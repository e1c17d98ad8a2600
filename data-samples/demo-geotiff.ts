/**
 * Writes a DemGrid as a compressed Float32 GeoTIFF: geotiff.js writes an uncompressed file
 * (it never compresses), then GDAL's gdal_translate compresses it (DEFLATE, floating-point
 * predictor, 256 x 256 tiles), and gdalinfo -json describes the result for the tests.
 */
import { execFileSync } from 'node:child_process';
import { mkdtempSync, rmSync, writeFileSync } from 'node:fs';
import { tmpdir } from 'node:os';
import { join } from 'node:path';
import type { DemGrid } from '../src/dem/grid.js';
import { encodeGeoTiff } from '../src/dem/geotiff-write.js';

/** Writes `g` to `path` (relative to the working directory) and returns gdalinfo's JSON text. */
export function writeCompressedGeoTiff(path: string, g: DemGrid, epsg: number): string {
  const dir = mkdtempSync(join(tmpdir(), 'talus-demo-'));
  try {
    const raw = join(dir, 'raw.tif');
    writeFileSync(raw, encodeGeoTiff(g, epsg));
    execFileSync('gdal_translate', ['-q', '-a_srs', `EPSG:${epsg}`, '-co', 'COMPRESS=DEFLATE', '-co', 'PREDICTOR=3', '-co', 'ZLEVEL=9', '-co', 'TILED=YES', raw, path], {
      stdio: ['ignore', 'inherit', 'inherit'],
    });
  } finally {
    rmSync(dir, { recursive: true, force: true });
  }
  return execFileSync('gdalinfo', ['-json', path], { encoding: 'utf8' });
}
* * * *
== WORK REQUEST ==
Reproduce all lines from the records above that include the word "encodeGeoTiff".

== RESULT OF THIS EXERCISE ==
import { encodeGeoTiff } from '../src/dem/geotiff-write.js';
    writeFileSync(raw, encodeGeoTiff(g, epsg));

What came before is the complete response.